Wade began to collect anything he could mass together into a crude flotation device; he found them on the shoreline or floating by–shrubs and branches that had been uprooted the few times the Colorado had breached its banks.
Clouds eventually moved in. They looked like giant bags of gray water. He knew they had to get moving fast.
He made a big pile of the debris on the riverbank.
"For a fire?" Pepe said.
"No kid…that's our new raft…"
"No raft!" the kid said, for the first time with something close to a smile.
"Yeah, it is…"
"¡Mamá! ¿Dónde está mamá!"
"Mama is where we're going, kid. You just have to be patient."
He had to have some way of binding the motley flotsam he'd gathered, so they could float at least their upper bodies on it. "You stay here…" he told the boy, then he began to scramble along the shoreline, looking for more debris for the raft, or if he got lucky, a discarded rope…
He waded barefoot, mostly in the river shallows. He found a can, which he kept, and then an empty plastic jug, which he thought he might be able to use. This was survival–scavenge and collect absolutely anything you can possibly use, even if it seems like garbage or dead weight.
He didn't find a rope, but he
had the mass of a raft put together and yet little to tie it up with. Or to keep it floating with their combined weight, which would be at least 100 kilos or 220 pounds.
He took his pants off, again. He looked at Pepe and said, "Don't laugh…" Then he tied the pant-legs together. The pants tied this way offered some buoyancy. If he could combine that with the jug, and bind it all together with the mass of his raft debris…it was really more of a nest than a raft.
He wanted to leave the same day, but the gray and now black clouds appeared at the canyon rim at noon. They were a part of a monumental cumulus that rose from the desert, like a billowy mountain on the horizon. Wade thought the clouds were stained with wood smoke from the endless fires. When it started raining, the puddles turned black. He couldn't capture it for drinking.
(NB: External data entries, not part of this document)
//! `response.s<N>p`: the S-matrix over the band in Touchstone version 1.1 syntax (an open
//! format; the layout rules below are those of the version 1.1 specification, from
//! memory).
//!
//! * `!` starts a comment; one option line `# GHZ S RI R 50`: frequency unit, scattering
//!   parameters, real/imaginary pairs, reference resistance.
//! * One data block per frequency: the frequency, then the parameters as re/im pairs.
//!   1 port: `f S11`. 2 ports: `f S11 S21 S12 S22` on one line (the 2-port order is
//!   column-wise). 3 or more ports: row by row, `f S11 S12 … S1N` then each further row
//!   on new lines, at most four pairs per line.
//!
//! antinode's S-parameters are normalised to the TE10 wave of each port (power waves,
//! Σ|a|² = forward power), not to a resistance; the R 50 on the option line is the
//! format's default and nominal only, which a comment in the file says.

use std::fmt::Write as _;

/// The file text. `s[f][out][in]` = [re, im] of S at `frequencies_ghz[f]`.
pub fn format(
    ports: &[String],
    frequencies_ghz: &[f64],
    s: &[Vec<Vec<[f64; 2]>>],
    comments: &[String],
) -> String {
    let n = ports.len();
    let mut o = String::new();
    for c in comments {
        for line in c.lines() {
            let _ = writeln!(o, "! {line}");
        }
    }
    let _ = writeln!(o, "! ports: {}", ports.join(", "));
    let _ = writeln!(
        o,
        "! S normalised to each port's TE10 wave (power waves); R 50 is nominal only"
    );
    let _ = writeln!(o, "# GHZ S RI R 50");
    let pair = |v: [f64; 2]| format!(" {:.9e} {:.9e}", v[0], v[1]);
    for (f, m) in frequencies_ghz.iter().zip(s) {
        let _ = write!(o, "{f:.9}");
        match n {
            1 => o.push_str(&pair(m[0][0])),
            2 => {
                for (i, j) in [(0, 0), (1, 0), (0, 1), (1, 1)] {
                    o.push_str(&pair(m[i][j]));
                }
            }
            _ => {
                for (i, row) in m.iter().enumerate() {
                    for (j, &v) in row.iter().enumerate() {
                        if j > 0 && j % 4 == 0 || (i > 0 && j == 0) {
                            o.push('\n');
                        }
                        o.push_str(&pair(v));
                    }
                }
            }
        }
        o.push('\n');
    }
    o
}

#[cfg(test)]
mod tests {
    use super::*;

    fn matrix(n: usize) -> Vec<Vec<[f64; 2]>> {
        (0..n)
            .map(|i| {
                (0..n)
                    .map(|j| [(10 * (i + 1) + j + 1) as f64, -1.0])
                    .collect()
            })
            .collect()
    }

    fn data_lines(text: &str) -> Vec<Vec<f64>> {
        text.lines()
            .filter(|l| !l.starts_with('!') && !l.starts_with('#'))
            .map(|l| l.split_whitespace().map(|x| x.parse().unwrap()).collect())
            .collect()
    }

    /// The version 1.1 layouts: 1 port one pair, 2 ports S11 S21 S12 S22 on one line,
    /// 4 ports one matrix row per line, 5 ports rows wrapped after four pairs. Entry ij
    /// is encoded as the number 10·(i+1) + (j+1).
    #[test]
    fn layouts_follow_the_version_1_1_rules() {
        let names = |n: usize| (1..=n).map(|p| format!("p{p}")).collect::<Vec<_>>();
        let t1 = format(&names(1), &[2.45], &[matrix(1)], &[]);
        assert!(t1.contains("# GHZ S RI R 50"));
        assert_eq!(data_lines(&t1), vec![vec![2.45, 11.0, -1.0]]);
        let t2 = format(
            &names(2),
            &[2.4, 2.5],
            &[matrix(2), matrix(2)],
            &["a\nb".into()],
        );
        assert!(t2.starts_with("! a\n! b\n"));
        let rows = data_lines(&t2);
        assert_eq!(rows.len(), 2);
        let order: Vec<f64> = rows[0].iter().skip(1).step_by(2).copied().collect();
        assert_eq!(order, vec![11.0, 21.0, 12.0, 22.0]);
        let rows = data_lines(&format(&names(4), &[2.45], &[matrix(4)], &[]));
        assert_eq!(rows.len(), 4);
        assert_eq!(rows[0].len(), 9); // frequency + 4 pairs
        assert_eq!(rows[1][0], 21.0);
        let rows = data_lines(&format(&names(5), &[2.45], &[matrix(5)], &[]));
        // Each row of 5 pairs: 4 on one line, 1 on the next.
        assert_eq!(rows.len(), 10);
        assert_eq!(rows[0].len(), 9);
        assert_eq!(rows[1], vec![15.0, -1.0]);
        assert_eq!(rows[2][0], 21.0);
    }
}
It was like blood from the sky.
CHAPTER 23
They found refuge under a shelf of rocks, up against the cliff. Wade moved all their drying clothes into the refuge, along with the stuff he wanted to make a raft out of. The temperature might have dropped 20 degrees F., and the canyon went dark. Pepe started crying; Wade had to remind himself that not only were they marooned on the riverside, but the kid had lost his parents.
"That's alright," Wade said. "This one doesn't look like it will last long. We're safe…" For the moment, he thought. Their clothes were barely dry, and he pulled them on the shivering child. He thought again of the raft, now miles down the river unless they moored. The Santiago's must be suffering now over Pepe; the raft could even be tied up not far around a bend in the river.
He wondered what Phoebe was doing; he wondered if his friends were going to escape this desert tempest.
It began to hail. They were showered with what looked like black, ashen pebbles, buffeted by a cool wind. Thunder cracked. He held the whimpering Pepe, then fierce lightening bolts struck different parts of the canyon. Explosions reverberated off the canyon walls, and flashes lit up the swollen river, making it look greenish yellow in the intermittent light.